The “OKUO ATTA”, as the Edos call this
war of five hundred years ago, was caused directly by the first coming of
Christianity to Benin. Oba Esigie had accepted to become a Christian king over
a people he hoped would follow his example and also accept Christianity. The
reason for his decision to embrace this religion was dictated by the prevailing
internal politics in Benin at the time. The politics was dominated by the
long-standing struggle for supremacy between himself and his half-brother
Prince Idubor, alias Arhuanran, the Enogie of Udo town.
The Portuguese were already in Benin at this time, as traders and missionaries. The traders rented houses from Benin City landlords, both for themselves and for the merchandise they purchased from the Edo people. They paid rent for this accommodation in the manilla and cowrie denominations of the currency in use at that time.
The missionaries in the City promised
the Benin King access to European fire arms, but only if he became a Christian.
This was the law. According to an Edict promulgated by the Pope in Rome, and
binding on all European nations at that time. Guns, at this in history, were
unknown. Or unavailable, to any of the States in sub-Saharan Africa.
The UZAMA are the Elders or the Edion of
Benin Land. They are the nobles who survived from the Ogiso Period of Benin
history, having been created a few centuries earlier by Ogiso (King) Orriagba,
the father of the famous Ogiso Odoligie. It was the Uzama who sponsored the
coming to Benin of the Oba Dynasty from Ile-Ife in Yoruba Land, three hundred
and fifty years before Esigie. This time around they revolted against Esigie
because of the Oba’s acceptance of the Christian religion as the State religion
of the land. There was a battle between the troops of the Oba, led by the
Edogun and the Isiemwenro, and the troops of the Uzama, led by the Oliha, the
leader of the Uzama. It was a struggle for the soul of the nation, a struggle
to decide, five hundred years ago, which God Benin would serve: the Christian
God, or the collectively of Edo gods, the native divinities of the land.
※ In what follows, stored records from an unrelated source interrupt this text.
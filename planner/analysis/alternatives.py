"""Reductions that keep original features, to set beside the component plan.

A reviewer may prefer a model on a few original, nameable features to one on components
that mix every feature; a record must show that such plans were considered and why they
were or were not taken. Two plans keep original features:

* ``feature_subset``: McCabe's (1984) principal variables, the subset S of the features
  that explains the largest share of the total variance of all of them,
  trace(C[:, S] C[S, S]^-1 C[S, :]) / trace(C), C the matrix decomposed; found by greedy
  forward selection and improved by exchanging one feature at a time. Jolliffe's (1972)
  rules B2 and B4, which read the loadings, are shown beside it as cheaper evidence.
* ``vif_pruning``: drop the feature with the largest variance inflation factor and
  recompute, until every VIF is below the rulebook's threshold.

Everything here is a function of the matrices (C, the correlation matrix R, the
loadings); no rows are read.
"""
from __future__ import annotations

from dataclasses import dataclass, field

import numpy as np

from .collinearity import rank_tolerance
from .monitoring import spe_limit

#: A feature whose residual variance, after the selected ones, is below this share of its
#: own variance is explained already (an exact copy, or an exact combination).
EXPLAINED = 1e-10
#: The exchange pass stops after this many improving swaps.
MAX_SWAPS = 200
#: A pass of exchanges costs about |S| p^2 operations; the passes of one search (every
#: size it tries) are capped so that together they stay within this many.
EXCHANGE_BUDGET = 2e9
#: The greedy search and its exchanges are checked by exhaustive search when every subset of
#: every size up to the one they found can be scored within this much work in all, counted
#: as sum over the sizes m of C(p, m) m^2 (22 features of which 8 are kept: 3.2e7, about 2 s here).
EXHAUSTIVE_MAX_WORK = 5e7
#: Numbers of one m x m matrix batch of the exhaustive search (16 MB an array).
EXHAUSTIVE_BATCH_NUMBERS = 2_000_000


def subset_share(c: np.ndarray, subset: list[int]) -> float:
    """McCabe's criterion: the share of trace(C) explained by the features in ``subset``,
    trace(C[:, S] C[S, S]^+ C[S, :]) / trace(C). The inverse is taken on the non-null
    eigenvectors of C[S, S], so a subset holding an exact copy explains what the rest of
    it explains.

    References
    ----------
    G. P. McCabe (1984), "Principal variables", Technometrics 26(2), 137-144.
    """
    if not subset:
        return 0.0
    a = _explained_part(c, list(subset))
    return float(np.sum(a * a) / np.trace(c))


def _explained_part(c: np.ndarray, subset: list[int]) -> np.ndarray:
    """A with A A^T = C[:, S] C[S, S]^+ C[S, :] (the inverse on the non-null eigenvectors)."""
    values, vectors = np.linalg.eigh(c[np.ix_(subset, subset)])
    keep = values > rank_tolerance(values[-1], len(subset))
    return (c[:, subset] @ vectors[:, keep]) / np.sqrt(values[keep])
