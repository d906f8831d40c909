// Places of differences in the chord strip, on takes analysed by the real engine. Expected
// places are worked by hand from RULES.md's matching rule (alignment of take and looped target).
import { describe, expect, it } from "vitest";
import { analyseNotes } from "~/analysis";
import type { NoteEvent } from "~/analysis/types";
import { placeMismatches } from "~/takes/mismatchPlaces";

/** One chord every half second, all notes together. */
function take(chords: number[][]): NoteEvent[] {
  return chords.flatMap((c, i) => c.map((midi) => ({ midi, start: i * 0.5, end: i * 0.5 + 0.45, velocity: 0.7 })));
}
const D = [62, 66, 69];
const G = [62, 67, 71];
const A = [61, 64, 69];
const Bm = [62, 66, 71];

describe("placing mismatches in the chord strip", () => {
  it("a missing V between IV and I sits after the IV (I IV I against I IV V I)", () => {
    const a = analyseNotes(take([D, G, D]), { key: "D", target: "I IV V I" });
    expect(placeMismatches(a)).toEqual([
      { mismatch: expect.objectContaining({ kind: "missing", targetIndex: 2 }), onChord: null, afterChord: 1 },
    ]);
  });

  it("a wrong chord sits on the chord played", () => {
    const a = analyseNotes(take([D, G, Bm, D]), { key: "D", target: "I IV V I" });
    expect(placeMismatches(a)).toEqual([
      { mismatch: expect.objectContaining({ kind: "wrong-chord" }), onChord: 2, afterChord: null },
    ]);
  });

  it("the chords missing from the second time through sit after the last chord played (vi IV I V, one and a half times)", () => {
    const Fm = [65, 68, 72];
    const Db = [65, 68, 73];
    const Ab = [63, 68, 72];
    const Eb = [63, 67, 70];
    const a = analyseNotes(take([Fm, Db, Ab, Eb, Fm, Db]), { key: "Ab", target: "vi IV I V" });
    expect(placeMismatches(a).map((p) => [p.mismatch.kind, p.afterChord])).toEqual([
      ["missing", 5],
      ["missing", 5],
    ]);
  });

  it("a repeated chord is one harmony (RULES.md rule 15): the missing V after IV IV sits after that IV", () => {
    const a = analyseNotes(take([D, G, G, D]), { key: "D", target: "I IV V I" });
    expect(a.chords.map((c) => c.roman)).toEqual(["I", "IV64", "I"]); // D G B over D: G in second inversion
    expect(placeMismatches(a).map((p) => [p.mismatch.kind, p.afterChord])).toEqual([["missing", 1]]);
  });

  it("an extra chord sits on itself and moves later missing chords along", () => {
    const a = analyseNotes(take([D, A, G, D]), { key: "D", target: "I IV V I" });
    const kinds = placeMismatches(a).map((p) => [p.mismatch.kind, p.onChord, p.afterChord]);
    // Hand alignment: D=I, A extra (or wrong), G=IV, V missing after G, D=I.
    expect(kinds).toContainEqual(["missing", null, 2]);
  });
});
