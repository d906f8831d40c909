// Scores with intended flags left out, against SCORE.md's formula worked by hand.
import { describe, expect, it } from "vitest";
import { analyseNotes } from "~/analysis";
import type { NoteEvent } from "~/analysis/types";
import { scoreWithIntended, withIntendedMarks } from "~/takes/intendedScore";

function take(chords: number[][]): NoteEvent[] {
  return chords.flatMap((c, i) => c.map((midi) => ({ midi, start: i * 0.5, end: i * 0.5 + 0.45, velocity: 0.7 })));
}
// D G A D in root position (rule 9): changes 0 and 2 are root-position leaps; no chord flags.
const analysis = analyseNotes(
  take([
    [62, 66, 69],
    [67, 71, 74],
    [69, 73, 76],
    [62, 66, 69],
  ]),
  { key: "D" },
);
// SCORE.md without a target: 100 × (0.45 smoothness + 0.30 clean + 0.15 variety + 0.10 steady).
const byHand = (clean: number) => {
  const p = analysis.summary.scoreParts;
  return Math.round(100 * (0.45 * p.smoothness + 0.3 * clean + 0.15 * p.techniqueVariety + 0.1 * p.steadiness));
};

describe("score with intended flags", () => {
  it("is the engine's score when nothing is marked", () => {
    expect(analysis.changes.map((c) => c.flags)).toEqual([["root-position-leap"], [], ["root-position-leap"]]);
    expect(scoreWithIntended(analysis, [])).toMatchObject({ score: analysis.summary.score, excluded: 0 });
    expect(analysis.summary.score).toBe(byHand(5 / 7));
  });

  it("counts a change as clean once all its flags are intended", () => {
    const one = scoreWithIntended(analysis, [{ on: "change", idx: 0, flag: "root-position-leap" }]);
    expect(one).toMatchObject({ score: byHand(6 / 7), excluded: 1, rootPositionLeaps: 1 });
    const both = scoreWithIntended(analysis, [
      { on: "change", idx: 0, flag: "root-position-leap" },
      { on: "change", idx: 2, flag: "root-position-leap" },
    ]);
    expect(both).toMatchObject({ score: byHand(1), cleanliness: 1, rootPositionLeaps: 0 });
  });

  it("ignores a mark whose flag is not there (e.g. after a re-analysis)", () => {
    expect(scoreWithIntended(analysis, [{ on: "change", idx: 1, flag: "root-position-leap" }])).toMatchObject({
      score: analysis.summary.score,
      excluded: 0,
    });
    expect(withIntendedMarks(analysis, [{ on: "chord", idx: 0, flag: "muddy-low-interval" }])).toBe(analysis);
  });

  it("gives the take page a copy with the shown score, leaving the engine's result alone", () => {
    const shown = withIntendedMarks(analysis, [{ on: "change", idx: 2, flag: "root-position-leap" }]);
    expect(shown.summary.score).toBe(byHand(6 / 7));
    expect(shown.summary.flags["root-position-leap"]).toBe(1);
    expect(analysis.summary.flags["root-position-leap"]).toBe(2);
    expect(shown.changes[2].flags).toEqual(["root-position-leap"]);
  });
});
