import { lazy, Suspense, useEffect, useState } from "react";
import { Link } from "react-router";
import { Card } from "~/components/Card";
import { dayLabel } from "~/utils/plainText";
import { weekStart } from "~/utils/weeks";

// The chart library is fetched only when a chart is drawn, not with the page.
const WeeklyLines = lazy(() => import("./WeeklyLines"));

export type WeekFigures = { week: string; takes: number; smoothness: number | null; score: number | null };

/** "Week of 23 Nov 2026" from "2026-W48". */
export function weekLabel(key: string): string {
  try {
    return `Week of ${dayLabel(`${weekStart(key)}T00:00:00Z`)}`;
  } catch {
    return key;
  }
}

const shortWeek = (key: string) =>
  weekLabel(key)
    .replace(/^Week of /, "")
    .replace(/ \d{4}$/, "");

/**
 * Smoothness and score by week, both on a 0–100 scale. Recharts draws in the browser
 * only, so the same figures are always there as a table too (and the chart waits for
 * hydration instead of rendering an empty frame on the server); its code loads then.
 */
export function WeeklyChart({ weeks }: { weeks: WeekFigures[] }) {
  const [mounted, setMounted] = useState(false);
  useEffect(() => setMounted(true), []);
  const points = weeks.map((w) => ({
    week: shortWeek(w.week),
    smoothness: w.smoothness === null ? null : Math.round(w.smoothness * 100),
    score: w.score === null ? null : Math.round(w.score),
  }));
  const last = points[points.length - 1];
  const summary = last
    ? `${weeks.length} week${weeks.length === 1 ? "" : "s"} of practice; latest week: smoothness ${last.smoothness ?? "–"}%, average score ${last.score ?? "–"}.`
    : "No analysed takes yet.";
  return (
    <div className="flex flex-col gap-3">
      <div className="h-64 w-full" role="img" aria-label={`Chart of smoothness and score by week. ${summary}`}>
        {mounted ? (
          <Suspense
            fallback={<p className="flex h-full items-center justify-center text-sm text-ink-soft">{summary}</p>}
          >
            <WeeklyLines points={points} />
          </Suspense>
        ) : (
          <p className="flex h-full items-center justify-center text-sm text-ink-soft">{summary}</p>
        )}
      </div>
      <details className="text-sm">
        <summary className="cursor-pointer text-tide-dark">Show the figures as a table</summary>
        <table className="mt-2 w-full text-left">
          <caption className="sr-only">Smoothness and score by week</caption>
          <thead className="text-xs uppercase tracking-wide text-ink-soft">
            <tr>
              <th scope="col" className="py-1">
                Week
              </th>
              <th scope="col" className="py-1 text-right">
                Takes
              </th>
              <th scope="col" className="py-1 text-right">
                Smoothness
              </th>
              <th scope="col" className="py-1 text-right">
                Average score
              </th>
            </tr>
          </thead>
          <tbody className="divide-y divide-line">
            {weeks.map((w, i) => (
              <tr key={w.week}>
                <th scope="row" className="py-1 font-normal">
                  {weekLabel(w.week)}
                </th>
                <td className="py-1 text-right tabular-nums">{w.takes}</td>
                <td className="py-1 text-right tabular-nums">{points[i].smoothness ?? "–"}%</td>
                <td className="py-1 text-right tabular-nums">{points[i].score ?? "–"}</td>
              </tr>
            ))}
          </tbody>
        </table>
      </details>
    </div>
  );
}

/** The student's week-by-week card: the chart and its table, or a word on what will appear there. */
export function WeekByWeek({ weeks }: { weeks: WeekFigures[] }) {
  return (
    <Card title="Week by week">
      {weeks.length === 0 ? (
        <p className="text-sm text-ink-soft">Your smoothness and score appear here by week once a take is analysed.</p>
      ) : (
        <WeeklyChart weeks={weeks} />
      )}
      <p className="mt-3 text-xs text-ink-soft">
        Smoothness is the motion you could have had over the motion you played, summed over the week.{" "}
        <Link to="/privacy" className="underline">
          What Nearnote keeps
        </Link>
      </p>
    </Card>
  );
}
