import { describe, expect, it } from "vitest";
import { dueWords } from "./StudentHome";
import { weekLabel } from "./WeeklyChart";

describe("student home wording", () => {
  it("counts days to the due date in the studio's calendar", () => {
    expect(dueWords("2026-12-01", "2026-12-01")).toBe("due today");
    expect(dueWords("2026-12-02", "2026-12-01")).toBe("due tomorrow");
    expect(dueWords("2026-12-11", "2026-12-01")).toBe("due in 10 days");
    expect(dueWords("2026-11-30", "2026-12-01")).toBe("1 day overdue");
    expect(dueWords("2026-11-20", "2026-12-01")).toBe("11 days overdue");
    // Across a month end and a year end.
    expect(dueWords("2027-01-02", "2026-12-31")).toBe("due in 2 days");
  });

  it("labels ISO weeks by their Monday (ISO 8601: week 1 holds 4 January)", () => {
    expect(weekLabel("2026-W49")).toBe("Week of 30 Nov 2026");
    expect(weekLabel("2026-W01")).toBe("Week of 29 Dec 2025");
    expect(weekLabel("nonsense")).toBe("nonsense");
  });
});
This story is told in Benin forklore as
the apocryphal tale of the infidelity of Imaguero, one of the wives of Chief
Oliha, the leader of the Uzama.
Esigie won the battle. This Christian
victory is celebrated yearly, in the Palace ceremony of Ugie Iron, which
nowadays forms an item in the end of the year festivities in the Benin
palace.
After this defeat Chief Oliha decided to
do to the Christian Oba what his ancestor had done to the Ogiamien regime in
Benin three and a half centuries earlier when he, the Oliha, succeeded in
replacing the Ogiamien regime with the Oba regime; he invited an external
Power, this time the ATTA, King of the Igallas, to remove Esigie from the thron
of Benin, and drive from Edo land the religion of Christianity, which was a
threat to the worship of the Ancestors.
Again Christianity and Esigie were
victorious in the ensuing war, between Benin and the Idah Kingdom across the
River Niger. It was a victory achieved with the help of the Christian guns in
Benin, now commemorated as the Emuen-muen, to which a statue was erected a few
years ago at the Ikpoba Slope junction of the Murtala Mohammed Way in Benin
City. This second Christian victory is again celebrated yearly in the Palace
Festival of the Ugie Oro in which the Oba and his Chiefs beat into silence the
long – beaked ahianmwen oro, the Oro bird which, with its cries of:
“Oyao! … Oyao ! “
“Catastrophe!... catastrophe !!”
Had predicted a defeat of the Benin
armies at the hands of the Idah armies. In spite of the dire predictions of
this bird Esigie and his armies, which had included Portuguese personnel, had
pressed on nevertheless, and won the war.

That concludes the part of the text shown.